How Ancient Coral Revealed the Changing Length of a Year
The lines on fossilized specimens show that millions of years ago, it took 420 days for the Earth to complete an orbit around the sun.

The earth spins, the sun rises and sets, we have day and night. Each rotation cycle takes roughly 24 hours. But that hasn’t always been the case—and eventually, it will change again.
It takes the earth roughly 365 days and six hours to orbit the sun. If we didn’t have Leap Day on February 29 every four years to offset those extra hours, the calendar would slowly creep out of sync with the seasons. But our practice of adding an occasional extra day to our calendar won’t work forever—as it turns out, the earth’s rotation is slowing down over time. Days used to be much shorter. Hundreds of millions of years ago, the earth rotated 420 times around its axis in the time it took it to orbit the sun, rather than 365 and change. And fossilized corals from 430 million years ago can help prove it.
Corals, like tree trunks, bear records of growth periods—microscopically thin scars showing when the corals were growing rapidly and when they weren’t. The lines can help us differentiate between the busy growing seasons from year to year, and even from day to day.
“When a coral is growing, every day it puts down a fine layer of calcium carbonate,” said Paul Mayer, the fossil invertebrates collections manager at the Field Museum in Chicago. “Every day, there’s a deposit, and you can see how they stack up into monthly deposits linked to the lunar cycle.”
“You can see seasonality, where the corals grow more in the dry season than in the wet season,” he explained. “If you count up all the little lines between seasonalities, you get the number of days in the year.”
And those days per year are different depending on when the corals lived.

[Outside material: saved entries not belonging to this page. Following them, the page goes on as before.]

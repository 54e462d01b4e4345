package revdiff

import (
	"cmp"
	"math"
	"slices"
	"strings"

	"github.com/chanlint/chanlint/model/numfmt"
	"github.com/chanlint/chanlint/solver"
)

// MoveKind is what became of a hydraulic jump between the revisions.
type MoveKind string

const (
	// JumpMoved: a jump of the existing revision paired with one of the
	// proposed revision whose toe lies elsewhere.
	JumpMoved MoveKind = "moved"
	// JumpAppeared: a jump of the proposed revision with none of the
	// existing one left to pair it with.
	JumpAppeared MoveKind = "appeared"
	// JumpGone: a jump of the existing revision with none of the proposed
	// one left to pair it with.
	JumpGone MoveKind = "disappeared"
)

// JumpMove is one hydraulic jump of a reach and event followed from the
// existing revision to the proposed one. Jumps are paired nearest toe
// first, each at most once; a jump whose toe stayed where it was is not
// listed. Between the two toes of a moved jump one revision is on the
// supercritical side of the jump and the other on the subcritical side:
// the difference of the water surface there is the jump's move, not a
// change of either profile, and is kept out of the profile's extremes.
type JumpMove struct {
	Kind MoveKind
	// From and To are the toe's stations in the existing and the proposed
	// revision (From alone for a jump gone, To alone for one that
	// appeared); Distance is To − From, negative upstream.
	From, To, Distance   float64
	OldFroude, NewFroude float64 // upstream Froude number F1
	OldType, NewType     solver.JumpType
	// Tolerance is the solver's toe-location tolerance of the pair
	// (solver.ReachResult.ToeTolerance, the larger of the two
	// revisions'); Numerical is true when the move is within it: a move
	// of the computation, not of the flow, which no_rise does not count.
	Tolerance float64
	Numerical bool
	// Compared is the number of compared points between the two toes;
	// Surface and Velocity the largest difference, proposed minus
	// existing, of the water surface and the velocity there (by size,
	// with its sign and station).
	Compared          int
	Surface, Velocity Extreme
}

// Span is the stretch between the two toes of a moved jump.
func (m *JumpMove) Span() (lo, hi float64) {
	return math.Min(m.From, m.To), math.Max(m.From, m.To)
}

// Direction is "upstream" or "downstream" for a moved jump, else "".
func (m *JumpMove) Direction() string {
	switch {
	case m.Kind != JumpMoved:
		return ""
	case m.Distance < 0:
		return "upstream"
	}
	return "downstream"
}

// allPairs bounds the jumps (existing times proposed) up to which
// pairJumps weighs every pair; beyond it only the two existing toes that
// bracket each proposed one are candidates.
const allPairs = 1 << 12

// pairJumps pairs the jumps of the existing and the proposed profile of
// one reach, nearest toes first, each jump at most once. Both lists are
// ordered by station (as solver.ReachResult.Jumps is). A reach holds a
// few jumps, and every pair is weighed; a hostile model with more than
// allPairs pairs has its candidates limited to the bracketing toes, so
// that the work stays of the order of the jumps times their logarithm.
func pairJumps(old, new []solver.Jump) (pairs [][2]int, gone, appeared []int) {
	type candidate struct {
		o, n int
		d    float64
	}
	var cands []candidate
	for n, j := range new {
		lo, hi := 0, len(old)
		if len(old)*len(new) > allPairs {
			i, _ := slices.BinarySearchFunc(old, j.Station, func(o solver.Jump, x float64) int { return cmp.Compare(o.Station, x) })
			lo, hi = max(i-1, 0), min(i+1, len(old))
		}
		for o := lo; o < hi; o++ {
			cands = append(cands, candidate{o, n, math.Abs(j.Station - old[o].Station)})
		}
	}
	slices.SortStableFunc(cands, func(a, b candidate) int { return cmp.Compare(a.d, b.d) })
	usedO, usedN := make([]bool, len(old)), make([]bool, len(new))
	for _, c := range cands {
		if usedO[c.o] || usedN[c.n] {
			continue
		}
		usedO[c.o], usedN[c.n] = true, true
		pairs = append(pairs, [2]int{c.o, c.n})
	}
	slices.SortFunc(pairs, func(a, b [2]int) int { return cmp.Compare(a[1], b[1]) })
	for o, used := range usedO {
		if !used {
			gone = append(gone, o)
		}
	}
	for n, used := range usedN {
		if !used {
			appeared = append(appeared, n)
		}
	}
	return pairs, gone, appeared
}

// jumpMoves follows the jumps of one reach and event between the
// revisions, in the order of the proposed toes (the jumps gone last, in
// the order of the existing ones).
func jumpMoves(old, new *solver.ReachResult) []JumpMove {
	pairs, gone, appeared := pairJumps(old.Jumps, new.Jumps)
	var out []JumpMove
	for _, p := range pairs {
		oj, nj := &old.Jumps[p[0]], &new.Jumps[p[1]]
		if oj.Station == nj.Station {
			continue
		}
		m := JumpMove{Kind: JumpMoved, From: oj.Station, To: nj.Station, Distance: nj.Station - oj.Station,
			OldFroude: oj.Froude, NewFroude: nj.Froude, OldType: oj.Type, NewType: nj.Type}
		for _, t := range []struct {
			rr *solver.ReachResult
			j  int
		}{{old, p[0]}, {new, p[1]}} {
			if tol, ok := t.rr.ToeTolerance(t.j); ok {
				m.Tolerance = math.Max(m.Tolerance, tol)
			}
		}
		m.Numerical = math.Abs(m.Distance) <= m.Tolerance
		out = append(out, m)
	}
	for _, n := range appeared {
		j := &new.Jumps[n]
		out = append(out, JumpMove{Kind: JumpAppeared, To: j.Station, NewFroude: j.Froude, NewType: j.Type})
	}
	slices.SortStableFunc(out, func(a, b JumpMove) int { return cmp.Compare(a.To, b.To) })
	for _, o := range gone {
		j := &old.Jumps[o]
		out = append(out, JumpMove{Kind: JumpGone, From: j.Station, OldFroude: j.Froude, OldType: j.Type})
	}
	return out
}

// sweep finds, for compared points taken in station order, the moved
// jump whose two toes a point lies between (across). It keeps the moves
// whose span has begun and not ended, so that a point costs the number
// of spans over it rather than the number of jumps of the reach.
type sweep struct {
	moves  []JumpMove
	order  []int // the moved jumps by the start of their span
	next   int
	active []int
}

func newSweep(moves []JumpMove) *sweep {
	w := &sweep{moves: moves}
	for i := range moves {
		if moves[i].Kind == JumpMoved {
			w.order = append(w.order, i)
		}
	}
	slices.SortStableFunc(w.order, func(a, b int) int {
		la, _ := moves[a].Span()
		lb, _ := moves[b].Span()
		return cmp.Compare(la, lb)
	})
	return w
}

// across is the index of the moved jump whose two toes the proposed
// point at station x (the first of two points there when upstream) lies
// between, or −1: the point is on one side of the jump and the existing
// value compared with it (oldAt) on the other. Stations come in
// non-decreasing order.
func (w *sweep) across(x float64, upstream bool) int {
	for w.next < len(w.order) {
		if lo, _ := w.moves[w.order[w.next]].Span(); lo > x {
			break
		}
		w.active = append(w.active, w.order[w.next])
		w.next++
	}
	side := func(toe float64) bool { return x < toe || (x == toe && upstream) }
	found := -1
	keep := w.active[:0]
	for _, i := range w.active {
		m := &w.moves[i]
		if _, hi := m.Span(); hi < x {
			continue // ended
		}
		keep = append(keep, i)
		if side(m.From) != side(m.To) && (found < 0 || i < found) {
			found = i
		}
	}
	w.active = keep
	return found
}

// record counts a compared point between the toes of m with the
// differences of the water surface and the velocity there.
func (m *JumpMove) record(dw, dv, x float64) {
	if m.Compared == 0 || math.Abs(dw) > math.Abs(m.Surface.Delta) {
		m.Surface = Extreme{Delta: dw, Station: x}
	}
	if m.Compared == 0 || math.Abs(dv) > math.Abs(m.Velocity.Delta) {
		m.Velocity = Extreme{Delta: dv, Station: x}
	}
	m.Compared++
}

// toleranceBasis names what Tolerance is, for the outputs that print it.
var toleranceBasis = "the solver's toe-location tolerance (each depth of the specific-force balance to " +
	numfmt.Sig(solver.ToeDepthAccuracy, 1) + " of itself, carried to the toe's station)"

// Text describes the move in one sentence with lengths in unit
// (velocities in unit/s); it holds no name from a model.
func (m *JumpMove) Text(unit string) string {
	f1 := func(f float64, t solver.JumpType) string {
		s := "F1 " + numfmt.Num(f)
		if t != solver.NoJump {
			s += " (" + string(t) + ")"
		}
		return s
	}
	switch m.Kind {
	case JumpAppeared:
		return "a hydraulic jump appears with its toe at " + numfmt.Num(m.To) + " " + unit + ", " + f1(m.NewFroude, m.NewType) +
			": the existing revision has no jump left to pair it with, and the profiles on either side are compared as computed"
	case JumpGone:
		return "the hydraulic jump with its toe at " + numfmt.Num(m.From) + " " + unit + " (" + f1(m.OldFroude, m.OldType) +
			") is gone: the proposed revision has no jump left to pair it with, and the profiles on either side are compared as computed"
	}
	from, to := numfmt.Pair(m.From, m.To)
	oldF, newF := numfmt.Pair(m.OldFroude, m.NewFroude)
	types := string(m.OldType) + " → " + string(m.NewType)
	if m.OldType == m.NewType {
		types = string(m.NewType)
	}
	var b strings.Builder
	b.WriteString("the hydraulic jump moved " + numfmt.Num(math.Abs(m.Distance)) + " " + unit + " " + m.Direction() +
		", toe " + from + " → " + to + " " + unit + ", F1 " + oldF + " → " + newF + " (" + types + ")")
	lo, hi := m.Span()
	a, z := numfmt.Pair(lo, hi) // ends that never print alike
	span := a + "–" + z + " " + unit
	if m.Numerical {
		b.WriteString(": within " + toleranceBasis + " of " + numfmt.Num(m.Tolerance) + " " + unit +
			", a move of the computation, not of the flow; the difference across " + span + " is not counted as a rise or fall")
		return b.String()
	}
	b.WriteString("; over " + span + " the proposed water surface is ")
	if m.Compared == 0 {
		b.WriteString("on the other side of the jump (no computed point there)")
		return b.String()
	}
	higher := "higher"
	if m.Surface.Delta < 0 {
		higher = "lower"
	}
	b.WriteString(numfmt.Num(math.Abs(m.Surface.Delta)) + " " + unit + " " + higher)
	if math.Abs(m.Velocity.Delta) > 0 {
		faster := "faster"
		if m.Velocity.Delta < 0 {
			faster = "slower"
		}
		b.WriteString(" and the flow " + numfmt.Num(math.Abs(m.Velocity.Delta)) + " " + unit + "/s " + faster)
	}
	if m.Distance < 0 {
		b.WriteString(", subcritical where the existing flow was supercritical: a real rise over that span, with as much less " +
			"freeboard (the check of the proposed model judges its freeboard there)")
	} else {
		b.WriteString(", supercritical where the existing flow was subcritical")
	}
	b.WriteString("; the move exceeds " + toleranceBasis + " of " + numfmt.Num(m.Tolerance) + " " + unit)
	return b.String()
}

Corals from the Silurian Period, 444-419 million years ago, show 420 little lines between seasonality bands, indicating that a year during that period was 420 days long. More recent corals from the Devonian Period, a few million years later, show that the earth’s spin had slowed down to 410 days per year.
So why is the Earth slowing down in the first place? It has to do with the earth’s relationship to the moon. “The moon used to be closer to us than it is now,” Mayer said. “In the Silurian Period, the full moon would have looked a lot bigger on the horizon.” When the Earth rotates, gravity pulls a bulge of ocean water toward the moon. That slow, sloshing water slows down the planet’s spin by a tiny bit. And when the Earth slows, its rotational energy is transferred to the moon, causing the moon to move faster and pull away from the earth, centimeter by centimeter. And over the course of millions of years, these infinitesimal adjustments to the earth’s rotation and the moon’s distance add up, eventually changing the day and night that our planet experiences.
“Who’d have thunk that a fossil coral could tell you that your calendars change over geologic time?” mused Mayer. “That’s one reason we collect these things at the Field. They show us how our planet changes”—in tiny, tiny differences that don’t matter until they do.